Stored items:

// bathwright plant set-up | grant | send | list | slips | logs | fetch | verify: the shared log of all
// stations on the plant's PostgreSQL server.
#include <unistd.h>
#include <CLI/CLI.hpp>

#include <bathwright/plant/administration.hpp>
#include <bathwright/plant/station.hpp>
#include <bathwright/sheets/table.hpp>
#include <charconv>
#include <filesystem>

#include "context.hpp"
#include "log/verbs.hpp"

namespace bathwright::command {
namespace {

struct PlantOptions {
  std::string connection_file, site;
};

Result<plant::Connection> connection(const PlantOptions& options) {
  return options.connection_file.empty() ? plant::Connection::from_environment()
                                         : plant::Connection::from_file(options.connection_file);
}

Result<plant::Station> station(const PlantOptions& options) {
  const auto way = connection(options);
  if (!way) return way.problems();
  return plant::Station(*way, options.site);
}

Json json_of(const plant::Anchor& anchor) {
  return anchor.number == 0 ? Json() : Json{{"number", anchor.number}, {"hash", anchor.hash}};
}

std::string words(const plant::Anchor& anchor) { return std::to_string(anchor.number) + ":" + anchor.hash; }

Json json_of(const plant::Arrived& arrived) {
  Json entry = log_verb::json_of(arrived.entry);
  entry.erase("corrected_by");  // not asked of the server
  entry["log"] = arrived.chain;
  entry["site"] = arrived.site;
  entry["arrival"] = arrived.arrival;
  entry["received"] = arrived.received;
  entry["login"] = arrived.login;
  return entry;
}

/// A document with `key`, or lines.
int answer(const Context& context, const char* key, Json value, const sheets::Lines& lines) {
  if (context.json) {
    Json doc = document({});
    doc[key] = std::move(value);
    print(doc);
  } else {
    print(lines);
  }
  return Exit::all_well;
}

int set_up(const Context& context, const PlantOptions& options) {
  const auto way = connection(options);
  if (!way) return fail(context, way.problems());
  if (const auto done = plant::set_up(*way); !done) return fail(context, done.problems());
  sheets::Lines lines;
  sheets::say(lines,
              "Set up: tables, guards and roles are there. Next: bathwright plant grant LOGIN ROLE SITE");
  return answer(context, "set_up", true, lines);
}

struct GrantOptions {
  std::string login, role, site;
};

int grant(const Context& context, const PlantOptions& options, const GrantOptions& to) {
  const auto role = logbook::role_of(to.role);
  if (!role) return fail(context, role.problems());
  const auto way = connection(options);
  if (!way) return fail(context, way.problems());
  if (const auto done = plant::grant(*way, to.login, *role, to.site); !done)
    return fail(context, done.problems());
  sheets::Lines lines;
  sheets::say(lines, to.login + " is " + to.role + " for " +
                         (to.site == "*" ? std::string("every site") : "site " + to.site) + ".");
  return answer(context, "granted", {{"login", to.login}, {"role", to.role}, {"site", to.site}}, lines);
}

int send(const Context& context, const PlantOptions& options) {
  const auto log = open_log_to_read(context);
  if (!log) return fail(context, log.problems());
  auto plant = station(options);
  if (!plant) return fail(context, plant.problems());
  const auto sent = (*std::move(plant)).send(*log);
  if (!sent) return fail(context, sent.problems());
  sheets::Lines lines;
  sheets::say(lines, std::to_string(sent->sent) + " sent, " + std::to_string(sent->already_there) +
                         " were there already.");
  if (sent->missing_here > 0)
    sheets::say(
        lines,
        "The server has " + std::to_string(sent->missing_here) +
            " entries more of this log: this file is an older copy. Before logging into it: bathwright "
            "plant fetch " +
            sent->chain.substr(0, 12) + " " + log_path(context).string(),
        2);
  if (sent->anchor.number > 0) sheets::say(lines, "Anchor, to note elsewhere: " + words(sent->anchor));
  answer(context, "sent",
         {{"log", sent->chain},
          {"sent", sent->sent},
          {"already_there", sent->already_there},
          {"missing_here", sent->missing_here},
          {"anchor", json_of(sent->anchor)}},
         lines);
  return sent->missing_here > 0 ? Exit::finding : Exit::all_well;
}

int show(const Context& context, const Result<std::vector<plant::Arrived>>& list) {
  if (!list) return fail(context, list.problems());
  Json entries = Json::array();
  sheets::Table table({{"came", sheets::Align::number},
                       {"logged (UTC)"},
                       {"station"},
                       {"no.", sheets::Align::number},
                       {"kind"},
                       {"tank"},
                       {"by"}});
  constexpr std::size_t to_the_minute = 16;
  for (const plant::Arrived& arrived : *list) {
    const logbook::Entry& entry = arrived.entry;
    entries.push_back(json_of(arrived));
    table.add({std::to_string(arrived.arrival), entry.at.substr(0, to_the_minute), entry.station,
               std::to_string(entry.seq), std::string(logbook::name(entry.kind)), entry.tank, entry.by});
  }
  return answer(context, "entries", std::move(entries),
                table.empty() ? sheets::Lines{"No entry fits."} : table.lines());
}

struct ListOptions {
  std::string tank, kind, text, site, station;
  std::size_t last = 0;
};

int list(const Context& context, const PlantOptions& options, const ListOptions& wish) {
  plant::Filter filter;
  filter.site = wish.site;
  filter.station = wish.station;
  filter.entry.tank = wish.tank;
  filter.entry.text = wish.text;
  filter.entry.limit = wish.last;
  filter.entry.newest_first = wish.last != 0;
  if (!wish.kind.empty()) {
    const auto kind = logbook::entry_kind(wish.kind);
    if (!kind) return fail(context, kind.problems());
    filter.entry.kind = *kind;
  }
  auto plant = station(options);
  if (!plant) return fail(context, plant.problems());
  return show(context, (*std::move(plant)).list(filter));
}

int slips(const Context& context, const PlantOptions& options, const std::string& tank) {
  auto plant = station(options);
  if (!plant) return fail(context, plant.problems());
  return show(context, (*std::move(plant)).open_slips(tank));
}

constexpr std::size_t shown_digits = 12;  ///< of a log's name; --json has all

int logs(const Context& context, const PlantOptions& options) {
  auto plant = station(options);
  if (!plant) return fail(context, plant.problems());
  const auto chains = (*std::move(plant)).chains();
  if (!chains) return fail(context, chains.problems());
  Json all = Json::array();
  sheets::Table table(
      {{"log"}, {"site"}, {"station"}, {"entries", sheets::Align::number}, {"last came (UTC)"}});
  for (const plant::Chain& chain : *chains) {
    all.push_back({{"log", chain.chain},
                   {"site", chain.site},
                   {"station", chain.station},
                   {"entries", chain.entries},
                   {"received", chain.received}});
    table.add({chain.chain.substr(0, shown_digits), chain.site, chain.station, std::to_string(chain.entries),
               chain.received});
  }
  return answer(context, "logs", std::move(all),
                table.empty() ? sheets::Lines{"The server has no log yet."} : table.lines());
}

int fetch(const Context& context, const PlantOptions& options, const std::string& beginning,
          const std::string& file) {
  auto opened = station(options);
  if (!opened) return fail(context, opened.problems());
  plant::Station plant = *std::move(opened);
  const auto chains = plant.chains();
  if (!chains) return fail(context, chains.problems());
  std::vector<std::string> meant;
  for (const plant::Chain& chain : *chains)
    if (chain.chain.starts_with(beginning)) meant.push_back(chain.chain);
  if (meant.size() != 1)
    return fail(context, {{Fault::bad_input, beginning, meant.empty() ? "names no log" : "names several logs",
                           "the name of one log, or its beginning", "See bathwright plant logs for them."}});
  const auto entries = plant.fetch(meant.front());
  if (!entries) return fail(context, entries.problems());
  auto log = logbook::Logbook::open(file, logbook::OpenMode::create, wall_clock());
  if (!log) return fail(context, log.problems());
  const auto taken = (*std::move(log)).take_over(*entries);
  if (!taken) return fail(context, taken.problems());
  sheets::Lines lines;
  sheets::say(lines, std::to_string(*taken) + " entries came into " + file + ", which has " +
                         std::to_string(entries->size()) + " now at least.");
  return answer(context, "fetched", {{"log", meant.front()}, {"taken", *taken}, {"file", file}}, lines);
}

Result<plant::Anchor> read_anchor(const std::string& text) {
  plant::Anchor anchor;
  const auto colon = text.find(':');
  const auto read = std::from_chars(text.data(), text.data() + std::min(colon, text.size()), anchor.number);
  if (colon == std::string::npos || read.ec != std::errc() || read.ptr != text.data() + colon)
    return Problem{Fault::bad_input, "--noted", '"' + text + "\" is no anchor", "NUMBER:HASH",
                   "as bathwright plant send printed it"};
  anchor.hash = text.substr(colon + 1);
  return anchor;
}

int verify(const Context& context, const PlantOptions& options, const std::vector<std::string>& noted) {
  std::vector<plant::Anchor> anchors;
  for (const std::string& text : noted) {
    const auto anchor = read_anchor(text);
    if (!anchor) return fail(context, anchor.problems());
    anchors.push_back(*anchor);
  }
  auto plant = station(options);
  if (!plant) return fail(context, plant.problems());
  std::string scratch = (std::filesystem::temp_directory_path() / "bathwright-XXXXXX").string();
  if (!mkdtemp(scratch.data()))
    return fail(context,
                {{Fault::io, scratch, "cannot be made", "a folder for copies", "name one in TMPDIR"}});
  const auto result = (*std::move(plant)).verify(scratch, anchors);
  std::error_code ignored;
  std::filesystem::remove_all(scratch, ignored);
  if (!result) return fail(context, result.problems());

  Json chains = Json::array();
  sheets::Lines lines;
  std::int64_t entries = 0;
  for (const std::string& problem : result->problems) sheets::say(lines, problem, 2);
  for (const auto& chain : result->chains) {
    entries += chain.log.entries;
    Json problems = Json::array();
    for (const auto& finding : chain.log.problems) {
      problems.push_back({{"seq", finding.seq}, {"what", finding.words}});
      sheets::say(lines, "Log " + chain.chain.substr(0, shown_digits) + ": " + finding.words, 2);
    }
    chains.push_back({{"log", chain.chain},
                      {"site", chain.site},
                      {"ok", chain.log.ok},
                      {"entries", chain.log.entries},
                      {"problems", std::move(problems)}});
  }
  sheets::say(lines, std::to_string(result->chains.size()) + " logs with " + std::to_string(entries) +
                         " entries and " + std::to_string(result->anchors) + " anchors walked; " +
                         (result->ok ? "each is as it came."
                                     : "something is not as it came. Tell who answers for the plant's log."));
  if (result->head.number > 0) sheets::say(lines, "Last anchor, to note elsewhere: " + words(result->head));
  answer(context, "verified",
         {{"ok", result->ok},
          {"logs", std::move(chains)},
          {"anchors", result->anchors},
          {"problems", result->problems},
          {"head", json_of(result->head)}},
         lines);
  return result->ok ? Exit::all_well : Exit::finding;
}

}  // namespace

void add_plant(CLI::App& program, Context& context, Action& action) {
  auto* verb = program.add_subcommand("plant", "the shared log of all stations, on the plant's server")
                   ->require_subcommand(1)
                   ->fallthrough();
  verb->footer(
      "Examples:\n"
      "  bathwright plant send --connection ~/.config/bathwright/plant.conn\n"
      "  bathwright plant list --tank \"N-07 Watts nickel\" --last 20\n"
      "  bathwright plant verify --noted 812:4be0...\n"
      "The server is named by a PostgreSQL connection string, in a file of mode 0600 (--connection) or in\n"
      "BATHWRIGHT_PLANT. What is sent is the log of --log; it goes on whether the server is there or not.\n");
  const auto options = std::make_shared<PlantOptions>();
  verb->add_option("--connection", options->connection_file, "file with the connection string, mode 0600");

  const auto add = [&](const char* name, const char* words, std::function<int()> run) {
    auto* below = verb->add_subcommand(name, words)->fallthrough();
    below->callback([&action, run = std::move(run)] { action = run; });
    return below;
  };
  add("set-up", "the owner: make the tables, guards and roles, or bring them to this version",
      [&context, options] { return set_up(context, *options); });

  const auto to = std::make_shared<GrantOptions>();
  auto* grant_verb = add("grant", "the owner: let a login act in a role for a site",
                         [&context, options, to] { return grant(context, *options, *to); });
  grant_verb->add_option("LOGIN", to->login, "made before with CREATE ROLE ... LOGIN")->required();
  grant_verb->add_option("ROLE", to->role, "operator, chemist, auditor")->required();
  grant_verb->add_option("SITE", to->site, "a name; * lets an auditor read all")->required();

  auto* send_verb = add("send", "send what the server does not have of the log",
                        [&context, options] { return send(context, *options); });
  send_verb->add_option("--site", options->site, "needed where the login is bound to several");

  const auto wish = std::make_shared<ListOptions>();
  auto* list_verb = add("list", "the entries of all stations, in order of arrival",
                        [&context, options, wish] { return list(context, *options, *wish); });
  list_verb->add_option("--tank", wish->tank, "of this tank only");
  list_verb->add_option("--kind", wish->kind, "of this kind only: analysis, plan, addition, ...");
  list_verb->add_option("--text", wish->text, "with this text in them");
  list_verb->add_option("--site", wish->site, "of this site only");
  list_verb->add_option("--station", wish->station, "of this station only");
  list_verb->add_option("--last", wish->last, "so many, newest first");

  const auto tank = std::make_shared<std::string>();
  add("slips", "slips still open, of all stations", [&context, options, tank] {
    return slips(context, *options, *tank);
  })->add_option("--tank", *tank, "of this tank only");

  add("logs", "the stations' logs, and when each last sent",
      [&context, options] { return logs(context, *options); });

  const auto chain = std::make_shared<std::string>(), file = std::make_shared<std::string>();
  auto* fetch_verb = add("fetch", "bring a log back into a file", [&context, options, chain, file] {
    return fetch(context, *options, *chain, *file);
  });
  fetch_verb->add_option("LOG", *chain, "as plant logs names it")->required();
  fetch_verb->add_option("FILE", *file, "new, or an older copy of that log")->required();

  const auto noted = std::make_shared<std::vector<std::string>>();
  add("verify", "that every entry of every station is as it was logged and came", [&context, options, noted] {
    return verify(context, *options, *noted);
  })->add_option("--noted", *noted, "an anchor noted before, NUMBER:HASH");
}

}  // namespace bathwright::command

• WHAT THIS TASK INVOLVES:
The word "that" may appear in several lines of the data; copy every line where it does.

• RESPONSE BOX:
  fetch_verb->add_option("FILE", *file, "new, or an older copy of that log")->required();
  add("verify", "that every entry of every station is as it was logged and came", [&context, options, noted] {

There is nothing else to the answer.